E. M. Smith, otherwise known as Chiefio, seems to be commenting on abiotic oil over at WUWT.

http://wattsupwiththat.com/2010/09/08/i-...ent-478310


Quote:E.M.Smith says:
September 9, 2010 at 4:26 am
Lucy Skywalker says: Thank you everyone here. And PS, a primer on the issues of Peak Oil both for and against, as a post here, to make the basic facts more accessible to flounderers like myself, would be nice.

I cover it to some reasonable degree in the “no shortage” postings. Some expansion in the comments. The “short form” is that most oil fields deplete in a bell curve, so by extension the whole world, if thought of as one ‘field’ ought to do the same.

The “issues” that make this view problematic are pretty straight forward.

1) Saudi is NOT developing at full possible speed, so we don’t know how much they really have. They ‘banked it’ for a long time, and they are the major player.

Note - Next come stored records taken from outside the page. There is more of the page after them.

/**
 * Decimal text of large samples, written byte by byte into one buffer (doubled when full) and
 * decoded once, with no intermediate strings or arrays: for 10^4–10^6 numbers this is several
 * times faster than building a number[] (or a list of pairs) and stringifying it, or joining a
 * typed array (see the serving section of `npm run bench`). The text is exactly what JSON.stringify (or join)
 * gives; test/http/encode.test.ts checks it.
 *
 * The numbers are integers in [0, 2^31): every part and multiplicity of a sample, since n <=
 * MAX_N < 2^31. A value outside that range makes the writers return undefined, and the caller
 * falls back to JSON.stringify.
 */

/**
 * `open` v0 `separator` v1 ... `close`: listText(v, '[', ',', ']') is JSON.stringify of the
 * list, listText(v, '', ' ', '') its join(' '). `open` and `close` are ASCII, `separator` one
 * ASCII character.
 */
export function listText(values: ArrayLike<number>, open: string, separator: string, close: string): string | undefined {
  const count = values.length;
  // Room for two digits and a separator per value; grown when a longer run needs more.
  let bytes = new Uint8Array(open.length + close.length + 3 * count + MAX_ITEM);
  let at = writeAscii(bytes, 0, open);
  const sep = separator.charCodeAt(0);
  for (let i = 0; i < count; i++) {
    const value = values[i];
    if (!fits(value)) return undefined;
    if (at + MAX_ITEM > bytes.length) bytes = grown(bytes);
    if (i > 0) bytes[at++] = sep;
    at = writeDigits(bytes, at, value);
  }
  if (at + close.length > bytes.length) bytes = grown(bytes);
  at = writeAscii(bytes, at, close);
  return DECODER.decode(bytes.subarray(0, at));
}

/** `[[a0,b0],[a1,b1],...]`: JSON.stringify of the pairs (a[i], b[i]). */
export function pairsText(a: ArrayLike<number>, b: ArrayLike<number>): string | undefined {
  const count = a.length;
  let bytes = new Uint8Array(2 + 8 * count + 2 * MAX_ITEM);
  let at = 0;
  bytes[at++] = OPEN;
  for (let i = 0; i < count; i++) {
    const x = a[i];
    const y = b[i];
    if (!fits(x) || !fits(y)) return undefined;
    if (at + 2 * MAX_ITEM > bytes.length) bytes = grown(bytes);
    if (i > 0) bytes[at++] = COMMA;
    bytes[at++] = OPEN;
    at = writeDigits(bytes, at, x);
    bytes[at++] = COMMA;
    at = writeDigits(bytes, at, y);
    bytes[at++] = CLOSE;
  }
  bytes[at++] = CLOSE;
  return DECODER.decode(bytes.subarray(0, at));
}

/** The most bytes one value with its separators takes: 10 digits (2^31 - 1) and 3 more. */
const MAX_ITEM = 13;

/** A buffer twice as large holding the bytes so far (room for at least 4 more items of any length). */
function grown(bytes: Uint8Array<ArrayBuffer>): Uint8Array<ArrayBuffer> {
  const larger = new Uint8Array(2 * bytes.length + 4 * MAX_ITEM);
  larger.set(bytes);
  return larger;
}

const OPEN = 91; // [
const CLOSE = 93; // ]
const COMMA = 44;

/** ASCII bytes are the same in UTF-8, which every runtime's TextDecoder reads (and fast). */
const DECODER = new TextDecoder();

function fits(value: number): boolean {
  return value >= 0 && value <= 0x7fffffff && value === (value | 0);
}

function writeAscii(bytes: Uint8Array, at: number, text: string): number {
  for (let i = 0; i < text.length; i++) bytes[at++] = text.charCodeAt(i);
  return at;
}

/** Writes the decimal digits of value (in [0, 2^31)) at `at`; returns the position after them. */
function writeDigits(bytes: Uint8Array, at: number, value: number): number {
  // Most numbers of a large sample are small: one and two digits are written directly.
  if (value < 10) {
    bytes[at] = 48 + value;
    return at + 1;
  }
  if (value < 100) {
    const tens = (value / 10) | 0;
    bytes[at] = 48 + tens;
    bytes[at + 1] = 48 + value - 10 * tens;
    return at + 2;
  }
  const end = at + digitCount(value);
  // Digits from the last one backwards.
  for (let p = end - 1; p >= at; p--) {
    const next = (value / 10) | 0;
    bytes[p] = 48 + value - 10 * next;
    value = next;
  }
  return end;
}

/** Decimal digits of a value in [0, 2^31). */
function digitCount(value: number): number {
  if (value < 10) return 1;
  if (value < 100) return 2;
  if (value < 1000) return 3;
  if (value < 10000) return 4;
  let digits = 5;
  for (let rest = (value / 100000) | 0; rest > 0; rest = (rest / 10) | 0) digits++;
  return digits;
}
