import { APP_VERSION } from '../version.js';
import { ALGORITHM_VERSION } from '../core/seeding.js';

/**
 * Caching of sample responses. A seeded response is a pure function of the request, the
 * algorithm version and the service version, so it is immutable: a strong ETag is a hash of
 * exactly those inputs, known before the body is produced (the body may be streamed).
 * An unseeded response used a freshly drawn seed and must never be stored.
 */
export function strongEtag(path: string, canonicalQuery: unknown): string {
  return `"${hash128(`${APP_VERSION}|${ALGORITHM_VERSION}|${path}|${JSON.stringify(canonicalQuery)}`)}"`;
}

/**
 * A synchronous 128-bit non-cryptographic hash (32 hex digits): four FNV-1a lanes over the UTF-16
 * code units, with different offsets, each finished by MurmurHash3's fmix32 avalanche. An ETag
 * only needs distinct requests to get distinct tags with overwhelming probability, not
 * resistance to an adversary; Web Crypto's SHA-256 is async and cost ~150 us per request.
 */
export function hash128(text: string): string {
  let a = 0x811c9dc5;
  let b = 0x01000193 ^ 0x9e3779b9;
  let c = 0x85ebca6b;
  let d = 0xc2b2ae35;
  for (let i = 0; i < text.length; i++) {
    const unit = text.charCodeAt(i);
    a = Math.imul(a ^ unit, 0x01000193);
    b = Math.imul(b ^ unit, 0x01000193) ^ (a >>> 15);
    c = Math.imul(c ^ unit, 0x01000193) ^ (b >>> 13);
    d = Math.imul(d ^ unit, 0x01000193) ^ (c >>> 11);
  }
  return hex8(fmix32(a ^ text.length)) + hex8(fmix32(b)) + hex8(fmix32(c)) + hex8(fmix32(d));
}

/** Two hex digits per byte value: four lookups per lane instead of toString(16) and padStart. */
const HEX_BYTES = Array.from({ length: 256 }, (_, byte) => byte.toString(16).padStart(2, '0'));

function hex8(lane: number): string {
  return HEX_BYTES[lane >>> 24] + HEX_BYTES[(lane >>> 16) & 255] + HEX_BYTES[(lane >>> 8) & 255] + HEX_BYTES[lane & 255];
}

function fmix32(h: number): number {
  h ^= h >>> 16;
  h = Math.imul(h, 0x85ebca6b);
  h ^= h >>> 13;
  h = Math.imul(h, 0xc2b2ae35);
  return h ^ (h >>> 16);
}

export const IMMUTABLE = 'public, max-age=31536000, immutable';
export const NO_STORE = 'no-store';

/** True when If-None-Match lists this ETag (or is "*"); weak comparison, as RFC 9110 §13.1.2 asks. */
export function matchesIfNoneMatch(request: Request, etag: string): boolean {
  const header = request.headers.get('if-none-match');
  if (!header) return false;
  if (header.trim() === '*') return true;
  return header.split(',').some((tag) => tag.trim().replace(/^W\//, '') === etag);
}

/** Query values with keys sorted, so equivalent spellings of a request share one ETag. */
export function sortedQuery(query: Record<string, unknown>): Record<string, unknown> {
  // A plain object rather than a null-prototype one (which V8 keeps in slow dictionary mode:
  // 0.5 µs more per request); "__proto__" is defined as an own property, never assigned.
  const sorted: Record<string, unknown> = {};
  for (const key of Object.keys(query).sort()) {
    const value = query[key];
    if (value === undefined) continue;
    if (key === '__proto__') Object.defineProperty(sorted, key, { value, enumerable: true, writable: true, configurable: true });
    else sorted[key] = value;
  }
  return sorted;
}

2) Depth. We’ve recently found oil at ‘impossible depths’. The prior theory said oil could not exist that deep, so folks didn’t drill that deep. Now that we know better, a very large number of places that ‘had no oil’ may in fact have oil, just deeper.

3) Refilling fields. There is a theory, mostly popular with the Russians, that oil is made by carbonate rocks being subducted and heated. Since we can turn carbonates into oil in the lab, this seems pretty well proven as possible. Further, most of the worlds oil fields are found near present or former subduction zones (California, Indonesia, Saudi) or collision zones between ancient plates. In the Gulf of Mexico, there is at least one ‘played out’ well that was found to be refilling from below with oil of a different isotope signature… The fact is, we don’t really know where oil comes from or how much more there is.

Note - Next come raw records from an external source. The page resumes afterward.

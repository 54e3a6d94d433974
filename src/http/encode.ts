import { partsOf, type Partition } from '../core/partition.js';

/**
 * How one sample is written in each response format. A sample is encoded once per format into
 * a JSON value (for json and ndjson) or a line of text, so the three formats always agree.
 */
export interface SampleEncoder<S> {
  /** Key of the sample in an NDJSON line, e.g. "parts" or "multiplicities". */
  readonly field: string;
  json(sample: S): unknown;
  text(sample: S): string;
}

export const partitionAsParts: SampleEncoder<Partition> = {
  field: 'parts',
  json: (p) => partsOf(p),
  text: (p) => partsOf(p).join(' '),
};

export const partitionAsMultiplicities: SampleEncoder<Partition> = {
  field: 'multiplicities',
  // As integers (`| 0`, exact below 2^31), for the same reason as in partsOf.
  json: (p) => p.sizes.map((size, i) => [size | 0, p.multiplicities[i] | 0]),
  // "5 4 1^3": a part followed by ^multiplicity when it occurs more than once.
  text: (p) => p.sizes.map((size, i) => (p.multiplicities[i] > 1 ? `${size}^${p.multiplicities[i]}` : `${size}`)).join(' '),
};

export const compositionAsParts: SampleEncoder<number[]> = {
  field: 'parts',
  json: (c) => c,
  text: (c) => c.join(' '),
};
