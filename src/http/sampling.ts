import { canonicalFamily, familyKey, type Family } from '../core/family.js';
import type { RandomSource } from '../core/random.js';
import { sampleSource } from '../core/seeding.js';
import type { SampleEncoder } from './encode.js';
import type { Limits } from './limits.js';
import { ProblemError } from './problem.js';
import type { SampleFormat } from './schemas/common.js';

/** What a sampling endpoint hands to the shared response writer. */
export interface SamplingJob<S> {
  readonly family: Family;
  readonly sampler: { readonly method: string; readonly expectedWork: number; sample(source: RandomSource): S };
  readonly encoder: SampleEncoder<S>;
  /** Expected numbers one sample adds to the body (parts, or 2 per multiplicity pair). */
  readonly numbersPerSample: number;
  readonly seed: string;
  readonly start: number;
  readonly count: number;
  readonly format: SampleFormat;
}

const CONTENT_TYPES: Record<SampleFormat, string> = {
  json: 'application/json; charset=utf-8',
  ndjson: 'application/x-ndjson; charset=utf-8',
  text: 'text/plain; charset=utf-8',
};

/** Bytes gathered before handing a chunk to the network: large enough to amortise, small enough to stream. */
const CHUNK_CHARS = 64 * 1024;

/** Refuses, before any work is done, a job whose expected size or work is over the limits. */
export function checkJobLimits(job: SamplingJob<unknown>, limits: Limits): void {
  if (job.start + job.count - 1 > limits.maxIndex) {
    throw new ProblemError(422, `start + count - 1 must be at most ${limits.maxIndex}.`, [{ param: 'start', message: `start + count - 1 must be at most ${limits.maxIndex}` }]);
  }
  const numbers = job.count * job.numbersPerSample;
  if (numbers > limits.maxNumbers) {
    const perSample = Math.ceil(job.numbersPerSample);
    const fits = Math.max(0, Math.floor(limits.maxNumbers / job.numbersPerSample));
    throw new ProblemError(
      422,
      `This response would hold about ${Math.round(numbers).toLocaleString('en-US')} numbers (${perSample.toLocaleString('en-US')} per sample); the limit is ${limits.maxNumbers.toLocaleString('en-US')} per response. Ask for at most ${fits} samples per request, or page with start.`,
      [{ param: 'count', message: `at most ${fits} samples of this family fit in one response (limit: ${limits.maxNumbers} numbers)` }],
    );
  }
  const work = job.count * job.sampler.expectedWork;
  if (work > limits.maxWork) {
    const fits = Math.max(0, Math.floor(limits.maxWork / job.sampler.expectedWork));
    throw new ProblemError(
      422,
      `This request needs about ${work.toExponential(2)} steps of work; the limit is ${limits.maxWork.toExponential(2)} per request. Ask for at most ${fits} samples per request, or page with start.`,
      [{ param: 'count', message: `at most ${fits} samples of this family fit in the work limit (${limits.maxWork.toExponential(2)} steps)` }],
    );
  }
}

/**
 * The body of a sampling response as a sequence of text pieces. Sample i uses its own stream
 * (seed, i, family), so the pieces are the same whatever start and count frame them.
 */
export function* bodyPieces<S>(job: SamplingJob<S>): Generator<string> {
  const key = familyKey(job.family);
  const end = job.start + job.count;
  if (job.format === 'json') {
    const head = { family: canonicalFamily(job.family), seed: job.seed, start: job.start, method: job.sampler.method };
    yield `${JSON.stringify(head).slice(0, -1)},"samples":[`;
    for (let i = job.start; i < end; i++) {
      const sample = job.sampler.sample(sampleSource(job.seed, i, key));
      yield (i > job.start ? ',' : '') + JSON.stringify(job.encoder.json(sample));
    }
    yield ']}';
    return;
  }
  for (let i = job.start; i < end; i++) {
    const sample = job.sampler.sample(sampleSource(job.seed, i, key));
    yield job.format === 'ndjson'
      ? `{"index":${i},"${job.encoder.field}":${JSON.stringify(job.encoder.json(sample))}}\n`
      : `${job.encoder.text(sample)}\n`;
  }
}

/**
 * Streams the body, producing text only when the reader asks for more: a client that
 * disconnects cancels the stream, and no further samples are drawn.
 */
export function bodyStream(pieces: Iterator<string>): ReadableStream<Uint8Array> {
  const encoder = new TextEncoder();
  return new ReadableStream<Uint8Array>(
    {
      pull(controller) {
        let buffer = '';
        while (buffer.length < CHUNK_CHARS) {
          const next = pieces.next();
          if (next.done) {
            if (buffer) controller.enqueue(encoder.encode(buffer));
            controller.close();
            return;
          }
          buffer += next.value;
        }
        controller.enqueue(encoder.encode(buffer));
      },
      cancel() {
        pieces.return?.(undefined);
      },
    },
    { highWaterMark: 0 },
  );
}

export function contentTypeOf(format: SampleFormat): string {
  return CONTENT_TYPES[format];
}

4) Technological advance. In the short term of 20 or 30 years, a field is a bell curve depletion. But over 50 to 60 years we develop whole new ways to raise oil. We’ve gone back to ‘empty’ fields and made them produce more. At present, fields that are ‘empty’ have about 1/2 their oil still in them… and technology is still advancing.

5) What is “oil” changes over time. We’re now using ‘tar sands’ that were ‘useless’ 30 years ago. There is more oil in “useless” shale right now than in the rest of the worlds reserves combined.

6) We can make oil. Companies like Rentech and Syntroleum turn trash and plants into oil. How much oil you want? We can get 50 tons / acre of wood, or about 10 x that in algae, and make it into oil.

There are more “issues” but then this would not be a short summary. I’ll just end with noting that the 200 years it took to reach this point implies 200 years before we ‘run out’… Oh, and the whole ‘EROI’ Energy Return On Investment argument is broken. It says you reach a point where it takes more than a bbl of oil to raise a bbl so you stop. The reality is that we will use nuclear electricity to raise the oil as the FORM of energy in oil is more convenient. Oh, and the whole ‘need it for chemicals and plastics’ is broken too. We can make them from trash, trees, anything with carbon in it. Even coal, that was used before we decided oil was handy. BTW, right now we use natural gas for plastics as it’s cheaper and more plentiful…

Hope that helps.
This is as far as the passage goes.